Memoar dari Kota Muntok

Tenang terselip di pesisir barat Pulau Bangka. Terbenam diurug deru roda dinamika republik yang berputar kencang. Siapa pernah sangka bahwa Muntok sempat menjadi episentrum perpolitikan dan ekonomi nusantara, atau setidak bukannya Sumatera.

Kota ini Kota Timah. Muntok pernah lahir dan besar oleh timah.

Meskipun pungkasnya deposit membuat Muntok ikut meredup ditinggalkan dan berangsur-angsur kembali menjadi perkampungan nelayan yang teduh, remah-remah kedigdayaan masa lalu kota ini sedikit berbekas. Gedung-gedung kolonial yang megah menghiasi sudut-sudut senyapnya. Seakan-akan menjadi genta pengingat, bahwa dulu Muntok pernah berjaya.

Seberapa banyak yang masih mengingat kota ini? Saya yakin di seluar Pulau Bangka, nama Muntok terdengar alien, yang barangkali kerap tertukar nama dengan Buntok di Kalimantan Tengah. Mengingat rekam sejarahnya yang berbuku-buku rasanya demikian sayang menyaksikan kota historis ini kembali ke dalam senyapnya yang sudah-sudah.

Muntok adalah kota yang menjadi leburan berbagai etnis dan agama, utamanya Melayu dan Tionghoa. Keberadaan Masjid Jami dan Klentheng Kong Fuk Miau yang bersebelahan selama nyaris tiga abad seakan menjadi bukti tegas akan historia tanah ini. Sejarah Muntok diawali oleh sepak terjang Ratu Mahmud Badaruddin, putra Sultan Palembang, yang melarikan diri lantaran sengketa takhta.

Di sinilah sang pangeran menikahi dengan seorang putri Tionghoa bernama Zamnah. Semenjak saat itu Muntok berkembang pesat sebagai kota pelabuhan yang ramai. Ditemukannya deposit minyak di Pulau Bangka pada medio 1800-an membuat Muntok semakin metropolitan di zamannya, bahkan mengkomandoi seluruh Bangka sebelum akhirnya pusat pemerintahan dipindahkan ke Pangkalpinang pada tahun 1913.

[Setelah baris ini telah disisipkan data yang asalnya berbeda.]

/** Interpolates short gaps, holds through long ones and reports them. */
class GapConditioner {
  readonly out = new Fifo();
  private last = NaN;
  private pending = 0;
  private inLong = false;
  private longStart = 0;
  private seenFinite = false;

  constructor(
    private readonly maxGap: number,
    private readonly onLongGap: (start: number, end: number) => void,
  ) {}

  /** Samples v[0..n) at absolute indices start…start+n−1 (missing samples are NaN). */
  pushChunk(v: Float64Array, n: number, start: number): void {
    const out = this.out;
    out.ensure(n);
    let j = 0;
    while (j < n) {
      if (this.pending === 0 && this.seenFinite) {
        // fast path: copy the run of finite samples up to the next missing one
        let e = j;
        while (e < n && v[e] === v[e]) e++;
        if (e > j) {
          out.buf.set(v.subarray(j, e), out.len);
          out.len += e - j;
          this.last = v[e - 1];
          j = e;
          continue;
        }
      }
      this.push(v[j], start + j);
      j++;
    }
  }

  /** v is the sample at absolute index `i`. */
  push(v: number, i: number): void {
    if (Number.isFinite(v)) {
      if (!this.seenFinite) {
        if (this.pending > this.maxGap) this.onLongGap(i - this.pending, i);
        for (let k = 0; k < this.pending; k++) this.out.push(v);
        this.seenFinite = true;
      } else if (this.pending > 0) {
        if (this.inLong) {
          this.onLongGap(this.longStart, i);
          this.inLong = false;
        } else {
          const a = this.last;
          const span = this.pending + 1;
          for (let k = 1; k <= this.pending; k++) this.out.push(a + ((v - a) * k) / span);
        }
      }
      this.pending = 0;
      this.out.push(v);
      this.last = v;
      return;
    }
    this.pending++;
    if (!this.seenFinite) return;
    if (this.inLong) {
      this.out.push(this.last);
    } else if (this.pending > this.maxGap) {
      this.inLong = true;
      this.longStart = i - this.pending + 1;
      for (let k = 0; k < this.pending; k++) this.out.push(this.last);
    }
  }

  /** Ends the stream at absolute index `end`; false when no finite sample was ever seen. */
  finish(end: number): boolean {
    if (!this.seenFinite) return false;
    if (this.inLong) this.onLongGap(this.longStart, end);
    else for (let k = 0; k < this.pending; k++) this.out.push(this.last);
    this.pending = 0;
    return true;
  }
}

interface LongGap {
  channel: string;
  /** Raw sample indices [start, end). */
  start: number;
  end: number;
}

interface BlockData {
  /** lag[c·(maxLag+1) + k] = Σ_{t∈block} x_c[t]·x_c[t−k] (t − k ≥ 0). */
  lag: Float64Array;
  /** cross[c·nCh + d] = Σ_{t∈block} x_c[t]·x_d[t] for d < c (the modal filter's correlation matrix). */
  cross: Float64Array;
  /** Σ_{t∈block} x_c[t]. */
  sum: Float64Array;
  /** Σ of squared (pre-filter) derived samples, for the constant-channel test. */
  rawSq: Float64Array;
}

interface WindowAcf {
  /** Centred lag sums C_c[k], channel-major (nCh × L). */
  full: Float64Array;
  /** Replicate sums without group g: reps[(c·K + g)·L + k]. */
  reps: Float64Array;
  active: boolean[];
  /** Window standard deviation and mean per channel. */
  sd: Float64Array;
  mean: Float64Array;
  L: number;
}

interface LineInfo {
  frequencyHz: number;
  /** Complex amplitude per analysis channel (channel units): the line is Re(a·e^{iωt}). */
  amp: Complex[];
  coherence: number;
  lambda: number;
  /** Band-bin index of the segment spectra nearest the line. */
  bin: number;
}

Sekarang apa dentuman tersisa dari Muntok? Tidak banyak selain bangunan-bangunan tua yang terawat apik dengan dinding putih berlabur yang melindungi penghuninya dari panas kota yang jahanam. Selain itu jejak-jejak peninggalan Soekarno di tanah ini menjadi semacam kebanggaan tersendiri bagi masyarakatnya.

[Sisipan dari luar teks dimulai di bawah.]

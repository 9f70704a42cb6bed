// Package par runs a few parts of one job side by side.
package par

import "sync"

// Do runs f(0), …, f(w−1) at once, the last on the calling goroutine, and
// returns when all are done (w ≤ 1: f(0) alone, on the caller).
func Do(w int, f func(part int)) {
	if w <= 1 {
		f(0)
		return
	}
	var wg sync.WaitGroup
	wg.Add(w - 1)
	for i := 0; i < w-1; i++ {
		go func() { defer wg.Done(); f(i) }()
	}
	f(w - 1)
	wg.Wait()
}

Siang itu saya memarkirkan sepeda motor di bawah sebuah pohon akasia. Mata saya menatap jauh ke arah Museum Timah yang berdiri senyap tanpa terlihat seorang pengunjung pun di dalamnya. Barangkali suatu saat nanti Muntok bisa kembali bangkit dan berdentum. Namun dalam waktu dekat, tanda-tanda itu terasa begitu samar.